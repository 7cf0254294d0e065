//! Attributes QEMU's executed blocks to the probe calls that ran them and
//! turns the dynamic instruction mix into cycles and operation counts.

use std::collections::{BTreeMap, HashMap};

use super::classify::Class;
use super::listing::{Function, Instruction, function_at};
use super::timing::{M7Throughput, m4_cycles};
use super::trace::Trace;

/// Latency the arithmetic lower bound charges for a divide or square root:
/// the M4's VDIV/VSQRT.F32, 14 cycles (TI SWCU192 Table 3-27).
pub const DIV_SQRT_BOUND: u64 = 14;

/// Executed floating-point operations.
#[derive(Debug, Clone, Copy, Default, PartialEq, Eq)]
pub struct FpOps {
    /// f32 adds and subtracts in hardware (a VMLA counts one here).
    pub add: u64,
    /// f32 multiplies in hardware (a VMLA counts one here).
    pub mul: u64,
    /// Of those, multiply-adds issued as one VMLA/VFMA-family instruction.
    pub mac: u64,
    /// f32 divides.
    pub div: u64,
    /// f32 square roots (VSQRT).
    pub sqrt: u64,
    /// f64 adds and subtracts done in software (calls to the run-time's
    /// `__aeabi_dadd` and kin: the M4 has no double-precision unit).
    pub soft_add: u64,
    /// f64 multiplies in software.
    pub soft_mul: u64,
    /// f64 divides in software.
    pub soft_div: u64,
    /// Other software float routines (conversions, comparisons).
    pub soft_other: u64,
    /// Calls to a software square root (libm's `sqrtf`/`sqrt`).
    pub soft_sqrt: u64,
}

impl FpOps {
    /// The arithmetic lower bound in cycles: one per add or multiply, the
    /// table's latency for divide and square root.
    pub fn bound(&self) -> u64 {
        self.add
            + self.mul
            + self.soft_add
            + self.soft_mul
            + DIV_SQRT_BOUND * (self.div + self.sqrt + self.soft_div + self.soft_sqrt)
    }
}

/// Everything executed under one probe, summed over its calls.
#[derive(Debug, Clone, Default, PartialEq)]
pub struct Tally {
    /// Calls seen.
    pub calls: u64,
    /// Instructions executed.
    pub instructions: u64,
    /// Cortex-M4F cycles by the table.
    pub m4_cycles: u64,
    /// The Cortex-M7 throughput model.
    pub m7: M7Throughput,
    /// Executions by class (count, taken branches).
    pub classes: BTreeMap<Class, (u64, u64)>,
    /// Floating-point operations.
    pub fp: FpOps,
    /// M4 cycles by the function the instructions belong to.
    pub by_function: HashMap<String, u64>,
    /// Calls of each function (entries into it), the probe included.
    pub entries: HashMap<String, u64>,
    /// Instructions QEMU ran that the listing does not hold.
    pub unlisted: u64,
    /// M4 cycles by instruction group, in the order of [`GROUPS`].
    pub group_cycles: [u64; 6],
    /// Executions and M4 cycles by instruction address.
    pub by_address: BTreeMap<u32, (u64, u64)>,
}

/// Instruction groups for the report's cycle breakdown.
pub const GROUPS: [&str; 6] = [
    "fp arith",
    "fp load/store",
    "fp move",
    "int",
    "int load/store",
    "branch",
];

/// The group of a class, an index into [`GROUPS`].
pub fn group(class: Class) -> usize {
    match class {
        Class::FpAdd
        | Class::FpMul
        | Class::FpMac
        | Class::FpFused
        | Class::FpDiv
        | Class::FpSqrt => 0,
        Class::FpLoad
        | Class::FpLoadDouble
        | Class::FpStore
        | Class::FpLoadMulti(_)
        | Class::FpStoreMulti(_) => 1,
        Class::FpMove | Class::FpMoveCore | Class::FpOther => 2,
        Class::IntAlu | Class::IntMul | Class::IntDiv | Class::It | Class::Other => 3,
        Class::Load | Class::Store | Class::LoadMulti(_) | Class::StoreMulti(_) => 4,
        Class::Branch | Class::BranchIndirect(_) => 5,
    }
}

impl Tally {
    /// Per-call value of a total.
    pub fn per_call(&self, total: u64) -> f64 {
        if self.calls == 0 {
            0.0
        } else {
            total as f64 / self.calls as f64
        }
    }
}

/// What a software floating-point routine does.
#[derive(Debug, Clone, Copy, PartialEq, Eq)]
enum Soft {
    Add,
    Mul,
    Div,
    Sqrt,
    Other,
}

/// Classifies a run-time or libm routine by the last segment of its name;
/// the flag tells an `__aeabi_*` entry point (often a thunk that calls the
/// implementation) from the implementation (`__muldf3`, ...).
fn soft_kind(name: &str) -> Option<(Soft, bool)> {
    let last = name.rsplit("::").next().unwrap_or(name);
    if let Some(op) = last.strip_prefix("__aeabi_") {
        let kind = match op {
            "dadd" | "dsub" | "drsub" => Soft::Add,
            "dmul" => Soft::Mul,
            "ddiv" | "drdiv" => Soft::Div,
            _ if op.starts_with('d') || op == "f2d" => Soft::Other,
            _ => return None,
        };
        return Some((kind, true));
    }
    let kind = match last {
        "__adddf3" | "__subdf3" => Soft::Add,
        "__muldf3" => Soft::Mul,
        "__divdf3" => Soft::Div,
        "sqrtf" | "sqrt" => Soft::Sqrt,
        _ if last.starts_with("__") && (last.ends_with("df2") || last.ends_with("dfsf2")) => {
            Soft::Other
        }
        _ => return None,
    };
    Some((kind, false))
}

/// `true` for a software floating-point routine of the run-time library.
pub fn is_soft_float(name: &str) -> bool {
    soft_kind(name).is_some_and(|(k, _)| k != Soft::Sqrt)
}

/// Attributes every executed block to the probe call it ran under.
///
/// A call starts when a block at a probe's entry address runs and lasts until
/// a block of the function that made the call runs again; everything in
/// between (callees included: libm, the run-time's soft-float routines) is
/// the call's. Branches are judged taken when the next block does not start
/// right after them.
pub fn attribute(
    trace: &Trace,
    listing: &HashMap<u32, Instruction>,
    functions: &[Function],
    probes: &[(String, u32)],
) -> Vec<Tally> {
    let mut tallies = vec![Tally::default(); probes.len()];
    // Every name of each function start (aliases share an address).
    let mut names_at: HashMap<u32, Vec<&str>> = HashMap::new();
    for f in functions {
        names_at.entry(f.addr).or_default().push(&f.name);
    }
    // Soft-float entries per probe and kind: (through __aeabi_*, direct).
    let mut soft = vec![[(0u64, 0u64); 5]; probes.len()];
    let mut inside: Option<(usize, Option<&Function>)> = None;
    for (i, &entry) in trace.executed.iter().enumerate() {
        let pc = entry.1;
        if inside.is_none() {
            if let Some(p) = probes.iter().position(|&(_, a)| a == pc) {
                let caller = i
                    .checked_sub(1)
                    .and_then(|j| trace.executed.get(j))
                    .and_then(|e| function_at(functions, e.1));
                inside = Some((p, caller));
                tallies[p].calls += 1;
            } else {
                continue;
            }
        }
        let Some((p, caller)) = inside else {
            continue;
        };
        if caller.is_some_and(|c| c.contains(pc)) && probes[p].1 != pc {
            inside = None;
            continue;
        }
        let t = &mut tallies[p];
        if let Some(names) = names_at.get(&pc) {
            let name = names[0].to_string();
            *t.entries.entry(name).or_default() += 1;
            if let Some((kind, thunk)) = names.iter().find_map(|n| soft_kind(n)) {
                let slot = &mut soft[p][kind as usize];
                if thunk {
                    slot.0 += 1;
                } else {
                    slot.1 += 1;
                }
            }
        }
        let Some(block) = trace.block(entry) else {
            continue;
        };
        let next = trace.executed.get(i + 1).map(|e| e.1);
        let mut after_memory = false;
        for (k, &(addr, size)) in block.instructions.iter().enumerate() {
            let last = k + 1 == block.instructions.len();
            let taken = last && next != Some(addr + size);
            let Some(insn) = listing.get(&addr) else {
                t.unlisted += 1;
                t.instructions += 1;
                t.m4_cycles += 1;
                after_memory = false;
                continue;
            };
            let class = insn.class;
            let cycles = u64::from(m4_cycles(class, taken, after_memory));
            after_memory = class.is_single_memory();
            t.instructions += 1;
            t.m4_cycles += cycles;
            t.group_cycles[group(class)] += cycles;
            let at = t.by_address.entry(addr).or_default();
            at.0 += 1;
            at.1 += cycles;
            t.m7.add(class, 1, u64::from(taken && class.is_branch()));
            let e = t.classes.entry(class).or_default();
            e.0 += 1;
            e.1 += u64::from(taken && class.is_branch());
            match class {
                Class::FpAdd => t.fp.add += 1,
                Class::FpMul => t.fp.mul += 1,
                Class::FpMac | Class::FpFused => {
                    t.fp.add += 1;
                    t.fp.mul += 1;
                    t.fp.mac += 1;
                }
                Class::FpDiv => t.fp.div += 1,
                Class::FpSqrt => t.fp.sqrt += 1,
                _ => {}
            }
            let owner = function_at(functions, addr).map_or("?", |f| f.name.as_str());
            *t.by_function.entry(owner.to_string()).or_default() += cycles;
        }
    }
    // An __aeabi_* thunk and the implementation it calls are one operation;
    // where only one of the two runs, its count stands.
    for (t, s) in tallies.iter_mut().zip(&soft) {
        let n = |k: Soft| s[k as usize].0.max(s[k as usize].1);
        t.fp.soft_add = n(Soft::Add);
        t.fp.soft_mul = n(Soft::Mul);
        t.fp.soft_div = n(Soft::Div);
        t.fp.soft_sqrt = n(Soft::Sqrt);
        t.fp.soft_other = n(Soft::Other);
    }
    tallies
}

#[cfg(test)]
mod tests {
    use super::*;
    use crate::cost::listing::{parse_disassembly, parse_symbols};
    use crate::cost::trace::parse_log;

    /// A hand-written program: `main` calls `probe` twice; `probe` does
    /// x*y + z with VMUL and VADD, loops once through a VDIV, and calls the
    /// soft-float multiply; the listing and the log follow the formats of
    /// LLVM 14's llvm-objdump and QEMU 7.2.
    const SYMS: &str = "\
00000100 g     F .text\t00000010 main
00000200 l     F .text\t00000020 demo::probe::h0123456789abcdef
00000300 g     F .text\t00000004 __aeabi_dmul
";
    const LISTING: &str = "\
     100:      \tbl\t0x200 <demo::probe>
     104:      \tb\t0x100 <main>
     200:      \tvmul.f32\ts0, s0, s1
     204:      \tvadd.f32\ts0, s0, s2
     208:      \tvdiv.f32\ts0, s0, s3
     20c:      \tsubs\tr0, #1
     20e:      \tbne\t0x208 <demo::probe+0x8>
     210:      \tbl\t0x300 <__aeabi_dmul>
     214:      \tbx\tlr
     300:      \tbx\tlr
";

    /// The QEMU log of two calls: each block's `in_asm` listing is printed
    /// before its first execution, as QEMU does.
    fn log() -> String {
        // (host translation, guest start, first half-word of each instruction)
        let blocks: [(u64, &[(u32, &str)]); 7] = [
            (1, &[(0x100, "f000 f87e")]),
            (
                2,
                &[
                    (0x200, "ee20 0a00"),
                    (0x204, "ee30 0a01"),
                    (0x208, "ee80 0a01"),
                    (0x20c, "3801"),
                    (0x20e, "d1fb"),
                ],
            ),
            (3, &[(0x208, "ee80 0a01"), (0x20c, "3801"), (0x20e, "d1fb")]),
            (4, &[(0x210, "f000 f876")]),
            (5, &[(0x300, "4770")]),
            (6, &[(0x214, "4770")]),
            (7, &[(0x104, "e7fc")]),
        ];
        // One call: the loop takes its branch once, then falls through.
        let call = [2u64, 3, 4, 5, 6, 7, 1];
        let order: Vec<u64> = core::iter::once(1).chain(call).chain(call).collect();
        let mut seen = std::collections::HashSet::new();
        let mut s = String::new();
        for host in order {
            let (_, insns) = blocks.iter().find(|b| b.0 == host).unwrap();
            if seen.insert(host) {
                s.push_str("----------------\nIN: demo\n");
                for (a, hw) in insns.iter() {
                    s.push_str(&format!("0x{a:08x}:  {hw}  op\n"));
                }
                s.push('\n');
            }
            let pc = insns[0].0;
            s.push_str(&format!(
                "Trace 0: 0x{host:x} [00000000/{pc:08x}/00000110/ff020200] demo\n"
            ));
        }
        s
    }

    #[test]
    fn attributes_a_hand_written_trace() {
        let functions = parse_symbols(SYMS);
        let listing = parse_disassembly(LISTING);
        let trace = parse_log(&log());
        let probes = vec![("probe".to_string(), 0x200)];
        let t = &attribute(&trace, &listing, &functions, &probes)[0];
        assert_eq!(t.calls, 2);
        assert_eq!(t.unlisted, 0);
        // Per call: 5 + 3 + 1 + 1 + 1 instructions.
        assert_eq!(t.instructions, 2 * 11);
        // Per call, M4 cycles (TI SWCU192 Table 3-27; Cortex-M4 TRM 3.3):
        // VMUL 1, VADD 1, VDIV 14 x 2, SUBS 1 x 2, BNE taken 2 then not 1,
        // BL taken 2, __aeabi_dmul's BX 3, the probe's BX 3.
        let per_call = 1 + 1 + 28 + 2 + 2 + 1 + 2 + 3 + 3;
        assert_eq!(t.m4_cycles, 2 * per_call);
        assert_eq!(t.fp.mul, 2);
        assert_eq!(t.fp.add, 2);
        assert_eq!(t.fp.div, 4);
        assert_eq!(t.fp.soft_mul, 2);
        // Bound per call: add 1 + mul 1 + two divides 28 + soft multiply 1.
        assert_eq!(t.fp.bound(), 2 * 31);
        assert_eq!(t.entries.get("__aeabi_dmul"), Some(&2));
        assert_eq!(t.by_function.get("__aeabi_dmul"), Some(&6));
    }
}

> [Problem details] Please make an exact copy of the lines above from the line with "instructions belong to." through the line with "by instruction address.", both ends included.

> [Exercise solution]
    /// M4 cycles by the function the instructions belong to.
    pub by_function: HashMap<String, u64>,
    /// Calls of each function (entries into it), the probe included.
    pub entries: HashMap<String, u64>,
    /// Instructions QEMU ran that the listing does not hold.
    pub unlisted: u64,
    /// M4 cycles by instruction group, in the order of [`GROUPS`].
    pub group_cycles: [u64; 6],
    /// Executions and M4 cycles by instruction address.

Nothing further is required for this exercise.